*** Opening of Provided records ***

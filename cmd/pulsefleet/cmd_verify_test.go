package main

import (
	"context"
	"fmt"
	"io"
	"os"
	"os/exec"
	"path/filepath"
	"strings"
	"syscall"
	"testing"
	"time"

	bolt "go.etcd.io/bbolt"

	"github.com/pulsefleet/pulsefleet/internal/sim"
	"github.com/pulsefleet/pulsefleet/internal/store"
)

// seedCLIStore writes a small store with devices, history, ledger, cursors
// and audit entries into a new data directory.
func seedCLIStore(t *testing.T) string {
	t.Helper()
	dir := t.TempDir()
	db, err := store.Open(dir, store.Options{})
	if err != nil {
		t.Fatal(err)
	}
	start := time.Date(2026, 11, 30, 22, 0, 0, 0, time.UTC).UnixMilli()
	for d := 0; d < 20; d++ {
		dev := &store.Device{ID: fmt.Sprintf("ward%d-bed%02d", d/10, d), Mode: "summary", Labels: map[string]string{"ward": "5"}}
		b := &store.Batch{Devices: []*store.Device{dev}}
		for i := int64(0); i < 400; i++ {
			ms := start + i*1000
			b.Points = append(b.Points, store.Point{Device: dev.ID, TimeMS: ms, SpO2: 95, Pulse: 72, PI: 2, SQI: 0.9, Ratio: 0.5, Source: 2})
			b.Chunks = append(b.Chunks, store.Chunk{Device: dev.ID, Seq: uint64(i + 1), DeviceTimeMS: ms, ArrivalMS: ms + 30})
		}
		b.Cursors = append(b.Cursors, store.Cursor{Device: dev.ID, LastSeq: 400, Chunks: 400, LastSeenMS: start + 400_000})
		for i := 0; i < 30; i++ {
			b.Audit = append(b.Audit, &store.AuditEntry{TimeMS: start + int64(i), Actor: "nurse-b", Action: "alarm.acknowledged", Device: dev.ID})
		}
		if err := db.Write(b); err != nil {
			t.Fatal(err)
		}
	}
	if err := db.CompactAll(); err != nil {
		t.Fatal(err)
	}
	if err := db.Close(); err != nil {
		t.Fatal(err)
	}
	return dir
}

// pageOf returns the root page of the bucket at path (nested names) and the page size.
func pageOf(t *testing.T, file string, path ...string) (int, int) {
	t.Helper()
	b, err := bolt.Open(file, 0o400, &bolt.Options{ReadOnly: true})
	if err != nil {
		t.Fatal(err)
	}
	defer b.Close()
	var id int
	_ = b.View(func(tx *bolt.Tx) error {
		bk := tx.Bucket([]byte(path[0]))
		for _, p := range path[1:] {
			bk = bk.Bucket([]byte(p))
		}
		id = int(bk.Root())
		return nil
	})
	if id == 0 {
		t.Fatalf("bucket %v is inline, has no page of its own", path)
	}
	return id, b.Info().PageSize
}

func invertPage(t *testing.T, file string, id, size int) {
	t.Helper()
	f, err := os.OpenFile(file, os.O_RDWR, 0)
	if err != nil {
		t.Fatal(err)
	}
	defer f.Close()
	buf := make([]byte, size)
	f.ReadAt(buf, int64(id*size))
	for i := range buf {
		buf[i] ^= 0xff
	}
	f.WriteAt(buf, int64(id*size))
}

// runBinary runs the binary and returns its exit status and standard error.
func runBinary(t *testing.T, args ...string) (int, string) {
	t.Helper()
	ctx, cancel := context.WithTimeout(context.Background(), 60*time.Second)
	defer cancel()
	cmd := exec.CommandContext(ctx, binary(t), args...)
	var stderr strings.Builder
	cmd.Stdout, cmd.Stderr = io.Discard, &stderr
	err := cmd.Run()
	out := stderr.String()
	code := 0
	if ee, ok := err.(*exec.ExitError); ok {
		code = ee.ExitCode()
	} else if err != nil {
		t.Fatalf("%v: %v", args, err)
	}
	return code, string(out)
}

// Every corruption kind makes serve (a real process), export, audit and
// verify exit non-zero with one clear sentence naming the file, never a
// panic or a store served silently.
func TestCorruptStoreCommandsFailCleanly(t *testing.T) {
	if testing.Short() {
		t.Skip("runs processes")
	}
	seed := seedCLIStore(t)
	seedFile := filepath.Join(seed, store.FileName)
	devPage, pageSize := pageOf(t, seedFile, "devices")
	// Truncate into the pages in use: half the high-water mark (the file
	// itself grows in large steps beyond it).
	var inUse int64
	if b, err := bolt.Open(seedFile, 0o400, &bolt.Options{ReadOnly: true}); err != nil {
		t.Fatal(err)
	} else {
		b.View(func(tx *bolt.Tx) error { inUse = tx.Size(); return nil })
		b.Close()
	}
	histPage, _ := pageOf(t, seedFile, "trend", "ward0-bed05")
	if code, out := runBinary(t, "verify", "--data", seed); code != 0 {
		t.Fatalf("healthy store: verify exit %d:\n%s", code, out)
	}

	type corruption struct {
		name  string
		apply func(file string)
		serve []string // extra serve flags needed to find it
		audit bool     // the audit log reads the damage
	}
	for _, tc := range []corruption{
		{name: "zero-length", apply: func(f string) { os.Truncate(f, 0) }, audit: true},
		{name: "truncated", apply: func(f string) { os.Truncate(f, inUse/2) }, audit: true},
		{name: "devices page flipped", apply: func(f string) { invertPage(t, f, devPage, pageSize) }, audit: true},
		{name: "history page flipped", apply: func(f string) { invertPage(t, f, histPage, pageSize) }, serve: []string{"--verify-store", "full"}},
		{name: "meta page 0 flipped", apply: func(f string) { invertPage(t, f, 0, pageSize) }, audit: true},
		{name: "both meta pages flipped", apply: func(f string) { invertPage(t, f, 0, pageSize); invertPage(t, f, 1, pageSize) }, audit: true},
	} {
		t.Run(tc.name, func(t *testing.T) {
			dir := t.TempDir()
			for _, n := range []string{store.FileName, store.IdentityFileName} {
				b, err := os.ReadFile(filepath.Join(seed, n))
				if err != nil {
					t.Fatal(err)
				}
				os.WriteFile(filepath.Join(dir, n), b, 0o600)
			}
			file := filepath.Join(dir, store.FileName)
			tc.apply(file)
			runs := [][]string{
				append([]string{"serve", "--data", dir, "--grpc-listen", "127.0.0.1:0", "--http-listen", "127.0.0.1:0"}, tc.serve...),
				{"export", "--data", dir, "--format", "csv"},
				{"verify", "--data", dir},
				{"verify", "--file", file},
			}
			if tc.audit {
				runs = append(runs, []string{"audit", "--data", dir})
			}
			for _, args := range runs {
				code, out := runBinary(t, args...)
				if code == 0 {
					t.Errorf("%s: exit 0 on a damaged store:\n%s", args[0], out)
					continue
				}
				if strings.HasPrefix(out, "panic") || strings.Contains(out, "\npanic") || strings.Contains(out, "goroutine ") {
					t.Errorf("%s: panicked:\n%s", args[0], out)
					continue
				}
				last := lastLine(out)
				if !strings.HasPrefix(last, "pulsefleet "+args[0]+": ") || !strings.Contains(last, file) ||
					!(strings.Contains(last, "verify") || strings.Contains(last, "--new-store")) {
					t.Errorf("%s: exit %d, last line does not name the file and what to do:\n%s", args[0], code, out)
				}
			}
		})
	}
}

func lastLine(s string) string {
	lines := strings.Split(strings.TrimSpace(s), "\n")
	return lines[len(lines)-1]
}

// A store file that vanished where pulsefleet.id says one was created:
// serve refuses instead of starting empty (and, without credentials, open);
// --new-store starts afresh on purpose.
func TestServeRefusesAVanishedStore(t *testing.T) {
	if testing.Short() {
		t.Skip("runs processes")
	}
	dir := seedCLIStore(t)
	os.Remove(filepath.Join(dir, store.FileName))
	code, out := runBinary(t, "serve", "--data", dir, "--grpc-listen", "127.0.0.1:0", "--http-listen", "127.0.0.1:0")
	if code != 1 || !strings.Contains(lastLine(out), "--new-store") || !strings.Contains(lastLine(out), "missing") {
		t.Fatalf("serve on a vanished store: exit %d:\n%s", code, out)
	}
	if _, err := os.Stat(filepath.Join(dir, store.FileName)); err == nil {
		t.Fatal("the refused serve created an empty store")
	}
	c := startServe(t, dir, "--new-store")
	if err := c.cmd.Process.Signal(os.Interrupt); err != nil {
		t.Fatal(err)
	}
	if err := <-c.exited; err != nil {
		t.Fatalf("serve --new-store: %v\n%s", err, c.stderr)
	}
}

// A store a real gateway wrote (raw and summary devices with alarms and raw
// capture, stopped by SIGTERM, then by kill -9 mid-stream) passes verify:
// the checks know every record the gateway writes, so a healthy pilot never
// fails them.
func TestVerifyPassesStoresAGatewayWrote(t *testing.T) {
	if testing.Short() {
		t.Skip("process test")
	}
	data := t.TempDir()
	for round, stop := range []os.Signal{syscall.SIGTERM, syscall.SIGKILL} {
		c := startServe(t, data, "--capture-raw")
		ctx, cancel := context.WithTimeout(context.Background(), 60*time.Second)
		done := make(chan error, 1)
		go func() {
			_, err := sim.Run(ctx, sim.Options{Gateway: c.grpcAddr, Devices: 6, IDPrefix: fmt.Sprintf("round%d", round), Mode: sim.ModeRaw,
				RateHz: 100, Chunk: 25, Duration: 2 * time.Second, Seed: uint64(round + 1), DropEvery: 700 * time.Millisecond})
			done <- err
		}()
		if stop == syscall.SIGKILL {
			time.Sleep(1500 * time.Millisecond) // mid-stream
		} else if err := <-done; err != nil {
			t.Fatal(err)
		}
		if err := c.cmd.Process.Signal(stop); err != nil {
			t.Fatal(err)
		}
		<-c.exited
		cancel()
		if stop == syscall.SIGKILL {
			<-done
		}
		if code, out := runBinary(t, "verify", "--data", data); code != 0 {
			t.Fatalf("after %v: verify exit %d:\n%s", stop, code, out)
		}
	}
	if id, err := store.ReadIdentity(data); err != nil || id == nil {
		t.Errorf("no identity file in the gateway's data directory: %v", err)
	}
}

*** Close of Provided records ***

What is required —
Beginning at the line above with "A store file" and finishing at the line with "capture, stopped by", return each line exactly and return nothing else.

Answer for this exercise —
// A store file that vanished where pulsefleet.id says one was created:
// serve refuses instead of starting empty (and, without credentials, open);
// --new-store starts afresh on purpose.
func TestServeRefusesAVanishedStore(t *testing.T) {
	if testing.Short() {
		t.Skip("runs processes")
	}
	dir := seedCLIStore(t)
	os.Remove(filepath.Join(dir, store.FileName))
	code, out := runBinary(t, "serve", "--data", dir, "--grpc-listen", "127.0.0.1:0", "--http-listen", "127.0.0.1:0")
	if code != 1 || !strings.Contains(lastLine(out), "--new-store") || !strings.Contains(lastLine(out), "missing") {
		t.Fatalf("serve on a vanished store: exit %d:\n%s", code, out)
	}
	if _, err := os.Stat(filepath.Join(dir, store.FileName)); err == nil {
		t.Fatal("the refused serve created an empty store")
	}
	c := startServe(t, dir, "--new-store")
	if err := c.cmd.Process.Signal(os.Interrupt); err != nil {
		t.Fatal(err)
	}
	if err := <-c.exited; err != nil {
		t.Fatalf("serve --new-store: %v\n%s", err, c.stderr)
	}
}

// A store a real gateway wrote (raw and summary devices with alarms and raw
// capture, stopped by SIGTERM, then by kill -9 mid-stream) passes verify:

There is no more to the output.